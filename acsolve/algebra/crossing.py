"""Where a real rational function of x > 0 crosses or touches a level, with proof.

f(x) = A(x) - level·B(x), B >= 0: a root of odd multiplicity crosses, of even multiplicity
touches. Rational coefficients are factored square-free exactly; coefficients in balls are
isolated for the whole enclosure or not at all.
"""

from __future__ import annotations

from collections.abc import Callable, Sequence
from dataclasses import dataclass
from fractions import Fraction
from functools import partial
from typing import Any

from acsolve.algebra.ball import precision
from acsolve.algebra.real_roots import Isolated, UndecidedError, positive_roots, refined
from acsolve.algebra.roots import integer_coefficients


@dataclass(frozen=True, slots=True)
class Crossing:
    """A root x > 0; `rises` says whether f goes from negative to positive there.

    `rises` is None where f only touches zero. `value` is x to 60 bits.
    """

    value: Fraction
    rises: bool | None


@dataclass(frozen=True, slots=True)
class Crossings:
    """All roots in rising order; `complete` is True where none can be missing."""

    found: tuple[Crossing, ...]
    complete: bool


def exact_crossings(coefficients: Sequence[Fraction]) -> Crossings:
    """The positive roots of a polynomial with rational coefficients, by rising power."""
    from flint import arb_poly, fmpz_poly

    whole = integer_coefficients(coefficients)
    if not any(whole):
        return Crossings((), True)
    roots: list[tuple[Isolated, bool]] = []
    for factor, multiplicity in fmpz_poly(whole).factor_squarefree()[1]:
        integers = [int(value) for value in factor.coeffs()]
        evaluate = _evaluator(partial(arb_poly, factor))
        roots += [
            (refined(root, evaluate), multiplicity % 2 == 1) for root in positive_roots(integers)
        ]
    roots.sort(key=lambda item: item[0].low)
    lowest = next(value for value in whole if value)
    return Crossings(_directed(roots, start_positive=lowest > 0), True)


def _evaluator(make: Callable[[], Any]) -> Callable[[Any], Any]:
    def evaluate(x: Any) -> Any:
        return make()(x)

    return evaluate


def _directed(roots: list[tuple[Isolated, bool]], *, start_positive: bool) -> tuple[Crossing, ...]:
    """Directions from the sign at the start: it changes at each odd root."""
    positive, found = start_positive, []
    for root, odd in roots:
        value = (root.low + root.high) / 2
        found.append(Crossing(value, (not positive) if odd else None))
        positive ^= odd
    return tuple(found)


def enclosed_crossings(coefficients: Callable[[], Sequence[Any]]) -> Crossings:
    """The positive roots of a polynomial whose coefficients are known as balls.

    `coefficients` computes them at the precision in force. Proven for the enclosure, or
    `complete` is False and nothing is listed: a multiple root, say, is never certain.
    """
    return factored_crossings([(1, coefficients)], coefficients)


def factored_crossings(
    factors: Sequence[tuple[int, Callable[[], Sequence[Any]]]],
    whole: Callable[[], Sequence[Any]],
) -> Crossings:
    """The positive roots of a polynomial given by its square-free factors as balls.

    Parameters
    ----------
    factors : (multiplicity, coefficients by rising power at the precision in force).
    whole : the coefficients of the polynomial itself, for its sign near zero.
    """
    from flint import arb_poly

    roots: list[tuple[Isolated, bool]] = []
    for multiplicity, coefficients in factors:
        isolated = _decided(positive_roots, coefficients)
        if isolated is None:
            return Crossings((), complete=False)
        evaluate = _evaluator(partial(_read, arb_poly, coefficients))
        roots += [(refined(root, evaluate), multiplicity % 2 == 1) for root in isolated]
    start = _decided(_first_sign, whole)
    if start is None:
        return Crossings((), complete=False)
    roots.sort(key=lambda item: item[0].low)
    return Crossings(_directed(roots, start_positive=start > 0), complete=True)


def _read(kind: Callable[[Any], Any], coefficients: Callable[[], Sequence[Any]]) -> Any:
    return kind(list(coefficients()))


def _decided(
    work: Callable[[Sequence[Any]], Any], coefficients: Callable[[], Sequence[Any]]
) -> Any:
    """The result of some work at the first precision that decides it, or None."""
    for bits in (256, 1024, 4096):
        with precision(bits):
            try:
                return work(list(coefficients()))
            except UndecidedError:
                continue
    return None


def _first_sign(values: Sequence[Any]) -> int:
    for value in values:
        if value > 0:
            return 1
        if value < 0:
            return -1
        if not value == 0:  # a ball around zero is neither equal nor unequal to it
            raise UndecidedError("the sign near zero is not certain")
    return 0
▬▬▬
## What this task involves
Output the entire listing again, word for word.

## Exercise result
filename acsolve/algebra/crossing.py
"""Where a real rational function of x > 0 crosses or touches a level, with proof.

f(x) = A(x) - level·B(x), B >= 0: a root of odd multiplicity crosses, of even multiplicity
touches. Rational coefficients are factored square-free exactly; coefficients in balls are
isolated for the whole enclosure or not at all.
"""

from __future__ import annotations

from collections.abc import Callable, Sequence
from dataclasses import dataclass
from fractions import Fraction
from functools import partial
from typing import Any

from acsolve.algebra.ball import precision
from acsolve.algebra.real_roots import Isolated, UndecidedError, positive_roots, refined
from acsolve.algebra.roots import integer_coefficients


@dataclass(frozen=True, slots=True)
class Crossing:
    """A root x > 0; `rises` says whether f goes from negative to positive there.

    `rises` is None where f only touches zero. `value` is x to 60 bits.
    """

    value: Fraction
    rises: bool | None


@dataclass(frozen=True, slots=True)
class Crossings:
    """All roots in rising order; `complete` is True where none can be missing."""

    found: tuple[Crossing, ...]
    complete: bool


def exact_crossings(coefficients: Sequence[Fraction]) -> Crossings:
    """The positive roots of a polynomial with rational coefficients, by rising power."""
    from flint import arb_poly, fmpz_poly

    whole = integer_coefficients(coefficients)
    if not any(whole):
        return Crossings((), True)
    roots: list[tuple[Isolated, bool]] = []
    for factor, multiplicity in fmpz_poly(whole).factor_squarefree()[1]:
        integers = [int(value) for value in factor.coeffs()]
        evaluate = _evaluator(partial(arb_poly, factor))
        roots += [
            (refined(root, evaluate), multiplicity % 2 == 1) for root in positive_roots(integers)
        ]
    roots.sort(key=lambda item: item[0].low)
    lowest = next(value for value in whole if value)
    return Crossings(_directed(roots, start_positive=lowest > 0), True)


def _evaluator(make: Callable[[], Any]) -> Callable[[Any], Any]:
    def evaluate(x: Any) -> Any:
        return make()(x)

    return evaluate


def _directed(roots: list[tuple[Isolated, bool]], *, start_positive: bool) -> tuple[Crossing, ...]:
    """Directions from the sign at the start: it changes at each odd root."""
    positive, found = start_positive, []
    for root, odd in roots:
        value = (root.low + root.high) / 2
        found.append(Crossing(value, (not positive) if odd else None))
        positive ^= odd
    return tuple(found)


def enclosed_crossings(coefficients: Callable[[], Sequence[Any]]) -> Crossings:
    """The positive roots of a polynomial whose coefficients are known as balls.

    `coefficients` computes them at the precision in force. Proven for the enclosure, or
    `complete` is False and nothing is listed: a multiple root, say, is never certain.
    """
    return factored_crossings([(1, coefficients)], coefficients)


def factored_crossings(
    factors: Sequence[tuple[int, Callable[[], Sequence[Any]]]],
    whole: Callable[[], Sequence[Any]],
) -> Crossings:
    """The positive roots of a polynomial given by its square-free factors as balls.

    Parameters
    ----------
    factors : (multiplicity, coefficients by rising power at the precision in force).
    whole : the coefficients of the polynomial itself, for its sign near zero.
    """
    from flint import arb_poly

    roots: list[tuple[Isolated, bool]] = []
    for multiplicity, coefficients in factors:
        isolated = _decided(positive_roots, coefficients)
        if isolated is None:
            return Crossings((), complete=False)
        evaluate = _evaluator(partial(_read, arb_poly, coefficients))
        roots += [(refined(root, evaluate), multiplicity % 2 == 1) for root in isolated]
    start = _decided(_first_sign, whole)
    if start is None:
        return Crossings((), complete=False)
    roots.sort(key=lambda item: item[0].low)
    return Crossings(_directed(roots, start_positive=start > 0), complete=True)


def _read(kind: Callable[[Any], Any], coefficients: Callable[[], Sequence[Any]]) -> Any:
    return kind(list(coefficients()))


def _decided(
    work: Callable[[Sequence[Any]], Any], coefficients: Callable[[], Sequence[Any]]
) -> Any:
    """The result of some work at the first precision that decides it, or None."""
    for bits in (256, 1024, 4096):
        with precision(bits):
            try:
                return work(list(coefficients()))
            except UndecidedError:
                continue
    return None


def _first_sign(values: Sequence[Any]) -> int:
    for value in values:
        if value > 0:
            return 1
        if value < 0:
            return -1
        if not value == 0:  # a ball around zero is neither equal nor unequal to it
            raise UndecidedError("the sign near zero is not certain")
    return 0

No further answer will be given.